■ Supplied data
-- -- --

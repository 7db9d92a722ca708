"""Prepare the database and serve the application with gunicorn (the README's first command)."""

from __future__ import annotations

import os
import shutil
import signal
import subprocess
import sys
import time
from pathlib import Path

import pgserver
from django.conf import settings
from django.core.management import call_command
from django.core.management.base import BaseCommand
from django.db import connections

from hazards.db import data_dir
from hazards.demo import ROLES, load_demo
from hazards.oversight import tasks


class Command(BaseCommand):
    help = "Migrate, optionally load the demo, collect static files and serve with gunicorn."

    def add_arguments(self, parser):
        parser.add_argument("--demo", action="store_true", help="Load the demo scenario first.")
        parser.add_argument("--bind", default=os.environ.get("EXOLEDGER_BIND", "127.0.0.1:8000"))
        parser.add_argument("--workers", type=int, default=int(os.environ.get("WEB_CONCURRENCY", 3)))
        parser.add_argument("--no-serve", action="store_true", help="Prepare only; do not serve.")
        parser.add_argument(
            "--keep-database",
            action="store_true",
            help="Leave the embedded PostgreSQL running when the server stops (by default it "
            "stops with it; a server named by DATABASE_URL is never touched).",
        )

    def handle(self, *args, bind, workers, demo, no_serve, keep_database, **options):
        call_command("migrate", interactive=False, verbosity=0)
        call_command("collectstatic", interactive=False, verbosity=0)
        url = f"http://{bind}/"
        if demo:
            result = load_demo()
            self.stdout.write(self.style.SUCCESS("Demo scenario loaded."))
            self.stdout.write(
                f"Demo logins (user names): {', '.join(ROLES)}; password: {result['password']}"
            )
        self.stdout.write(self.style.SUCCESS(f"Exoledger is served at {url}"))
        self.stdout.flush()
        if no_serve:
            return
        # The daily refresh of revalidation dates and reminders, run by the worker below;
        # queued once (a queued copy is never duplicated).

        tasks.schedule_next()
        gunicorn = shutil.which("gunicorn") or os.path.join(os.path.dirname(sys.executable),
                                                           "gunicorn")
        argv = [gunicorn, "hazards.wsgi:application", "--bind", bind, "--workers", str(workers),
                "--timeout", "60", "--graceful-timeout", "20", "--access-logfile", "-"]
        os.environ.setdefault("DJANGO_SETTINGS_MODULE", settings.SETTINGS_MODULE)
        code = supervise(argv, worker_argv(), others=(housekeeping_argv(),))
        if not keep_database and stop_embedded_database():
            self.stdout.write("The embedded PostgreSQL was stopped (--keep-database keeps it).")
        raise SystemExit(code)


def stop_embedded_database(folder: Path | None = None) -> bool:
    """Stop the embedded PostgreSQL of this checkout (fast shutdown: open sessions are ended,
    committed work is kept). Nothing happens when DATABASE_URL names a server or when the
    embedded one is not running. Returns whether a server was stopped."""
    if folder is None:
        if os.environ.get("DATABASE_URL"):
            return False
        folder = data_dir() / "pgdata"
    if not (folder / "postmaster.pid").exists():
        return False
    connections.close_all()
    pg_ctl = Path(pgserver.__file__).parent / "pginstall" / "bin" / "pg_ctl"
    # pgserver runs the server as its own system user when started by root; pg_ctl refuses
    # to run as root, so it runs as that user too.
    user = "pgserver" if os.geteuid() == 0 else None
    done = subprocess.run(
        [str(pg_ctl), "-D", str(folder), "-m", "fast", "-w", "-t", "30", "stop"],
        user=user,
        capture_output=True,
        text=True,
        check=False,
    )
    return done.returncode == 0


def housekeeping_argv() -> list[str]:
    """The periodic sweep: lost jobs recovered within a minute of their lease, the recompute
    queue vacuumed, old snapshots pruned (hazards.management.housekeeping)."""
    manage = os.path.join(settings.BASE_DIR, "manage.py")
    return [sys.executable, manage, "housekeeping", "--every", "60"]


def worker_argv() -> list[str]:
    """The background worker that renders dossiers (django_tasks_db's db_worker)."""
    manage = os.path.join(settings.BASE_DIR, "manage.py")
    return [sys.executable, manage, "db_worker", "--queue-name", "default", "--interval", "2",
            "--no-reload"]


def supervise(web_argv: list[str], worker: list[str], *, grace: float = 20.0,
              others: tuple[list[str], ...] = ()) -> int:
    """Run gunicorn, one worker and the `others` (the housekeeping sweep); forward
    SIGINT/SIGTERM/SIGHUP to them; when gunicorn exits, stop the rest (SIGTERM, then SIGKILL
    after `grace` s) and return its status. A background process that dies is started again."""
    web = subprocess.Popen(web_argv)
    commands = [worker, *others]
    background = [subprocess.Popen(argv) for argv in commands]

    def forward(signum, frame):
        for child in (web, *background):
            if child.poll() is None:
                # SIGHUP reloads gunicorn; the others have no reload, so they are left alone.
                if signum == signal.SIGHUP and child is not web:
                    continue
                child.send_signal(signum)

    previous = {sig: signal.signal(sig, forward)
                for sig in (signal.SIGINT, signal.SIGTERM, signal.SIGHUP)}
    try:
        while True:
            code = web.poll()
            if code is not None:
                break
            for i, child in enumerate(background):
                if child.poll() is not None:
                    # A worker that died (e.g. the database restarted) is started again.
                    background[i] = subprocess.Popen(commands[i])
            time.sleep(0.5)
    finally:
        for sig, handler in previous.items():
            signal.signal(sig, handler)
        for child in background:
            if child.poll() is None:
                child.terminate()
        for child in background:
            try:
                child.wait(timeout=grace)
            except subprocess.TimeoutExpired:
                child.kill()
                child.wait()
    return code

-- -- --

■ Task item
Output the data above without altering a line.

■ Answer box
repository 7db9d92a722ca708
"""Prepare the database and serve the application with gunicorn (the README's first command)."""

from __future__ import annotations

import os
import shutil
import signal
import subprocess
import sys
import time
from pathlib import Path

import pgserver
from django.conf import settings
from django.core.management import call_command
from django.core.management.base import BaseCommand
from django.db import connections

from hazards.db import data_dir
from hazards.demo import ROLES, load_demo
from hazards.oversight import tasks


class Command(BaseCommand):
    help = "Migrate, optionally load the demo, collect static files and serve with gunicorn."

    def add_arguments(self, parser):
        parser.add_argument("--demo", action="store_true", help="Load the demo scenario first.")
        parser.add_argument("--bind", default=os.environ.get("EXOLEDGER_BIND", "127.0.0.1:8000"))
        parser.add_argument("--workers", type=int, default=int(os.environ.get("WEB_CONCURRENCY", 3)))
        parser.add_argument("--no-serve", action="store_true", help="Prepare only; do not serve.")
        parser.add_argument(
            "--keep-database",
            action="store_true",
            help="Leave the embedded PostgreSQL running when the server stops (by default it "
            "stops with it; a server named by DATABASE_URL is never touched).",
        )

    def handle(self, *args, bind, workers, demo, no_serve, keep_database, **options):
        call_command("migrate", interactive=False, verbosity=0)
        call_command("collectstatic", interactive=False, verbosity=0)
        url = f"http://{bind}/"
        if demo:
            result = load_demo()
            self.stdout.write(self.style.SUCCESS("Demo scenario loaded."))
            self.stdout.write(
                f"Demo logins (user names): {', '.join(ROLES)}; password: {result['password']}"
            )
        self.stdout.write(self.style.SUCCESS(f"Exoledger is served at {url}"))
        self.stdout.flush()
        if no_serve:
            return
        # The daily refresh of revalidation dates and reminders, run by the worker below;
        # queued once (a queued copy is never duplicated).

        tasks.schedule_next()
        gunicorn = shutil.which("gunicorn") or os.path.join(os.path.dirname(sys.executable),
                                                           "gunicorn")
        argv = [gunicorn, "hazards.wsgi:application", "--bind", bind, "--workers", str(workers),
                "--timeout", "60", "--graceful-timeout", "20", "--access-logfile", "-"]
        os.environ.setdefault("DJANGO_SETTINGS_MODULE", settings.SETTINGS_MODULE)
        code = supervise(argv, worker_argv(), others=(housekeeping_argv(),))
        if not keep_database and stop_embedded_database():
            self.stdout.write("The embedded PostgreSQL was stopped (--keep-database keeps it).")
        raise SystemExit(code)


def stop_embedded_database(folder: Path | None = None) -> bool:
    """Stop the embedded PostgreSQL of this checkout (fast shutdown: open sessions are ended,
    committed work is kept). Nothing happens when DATABASE_URL names a server or when the
    embedded one is not running. Returns whether a server was stopped."""
    if folder is None:
        if os.environ.get("DATABASE_URL"):
            return False
        folder = data_dir() / "pgdata"
    if not (folder / "postmaster.pid").exists():
        return False
    connections.close_all()
    pg_ctl = Path(pgserver.__file__).parent / "pginstall" / "bin" / "pg_ctl"
    # pgserver runs the server as its own system user when started by root; pg_ctl refuses
    # to run as root, so it runs as that user too.
    user = "pgserver" if os.geteuid() == 0 else None
    done = subprocess.run(
        [str(pg_ctl), "-D", str(folder), "-m", "fast", "-w", "-t", "30", "stop"],
        user=user,
        capture_output=True,
        text=True,
        check=False,
    )
    return done.returncode == 0


def housekeeping_argv() -> list[str]:
    """The periodic sweep: lost jobs recovered within a minute of their lease, the recompute
    queue vacuumed, old snapshots pruned (hazards.management.housekeeping)."""
    manage = os.path.join(settings.BASE_DIR, "manage.py")
    return [sys.executable, manage, "housekeeping", "--every", "60"]


def worker_argv() -> list[str]:
    """The background worker that renders dossiers (django_tasks_db's db_worker)."""
    manage = os.path.join(settings.BASE_DIR, "manage.py")
    return [sys.executable, manage, "db_worker", "--queue-name", "default", "--interval", "2",
            "--no-reload"]


def supervise(web_argv: list[str], worker: list[str], *, grace: float = 20.0,
              others: tuple[list[str], ...] = ()) -> int:
    """Run gunicorn, one worker and the `others` (the housekeeping sweep); forward
    SIGINT/SIGTERM/SIGHUP to them; when gunicorn exits, stop the rest (SIGTERM, then SIGKILL
    after `grace` s) and return its status. A background process that dies is started again."""
    web = subprocess.Popen(web_argv)
    commands = [worker, *others]
    background = [subprocess.Popen(argv) for argv in commands]

    def forward(signum, frame):
        for child in (web, *background):
            if child.poll() is None:
                # SIGHUP reloads gunicorn; the others have no reload, so they are left alone.
                if signum == signal.SIGHUP and child is not web:
                    continue
                child.send_signal(signum)

    previous = {sig: signal.signal(sig, forward)
                for sig in (signal.SIGINT, signal.SIGTERM, signal.SIGHUP)}
    try:
        while True:
            code = web.poll()
            if code is not None:
                break
            for i, child in enumerate(background):
                if child.poll() is not None:
                    # A worker that died (e.g. the database restarted) is started again.
                    background[i] = subprocess.Popen(commands[i])
            time.sleep(0.5)
    finally:
        for sig, handler in previous.items():
            signal.signal(sig, handler)
        for child in background:
            if child.poll() is None:
                child.terminate()
        for child in background:
            try:
                child.wait(timeout=grace)
            except subprocess.TimeoutExpired:
                child.kill()
                child.wait()
    return code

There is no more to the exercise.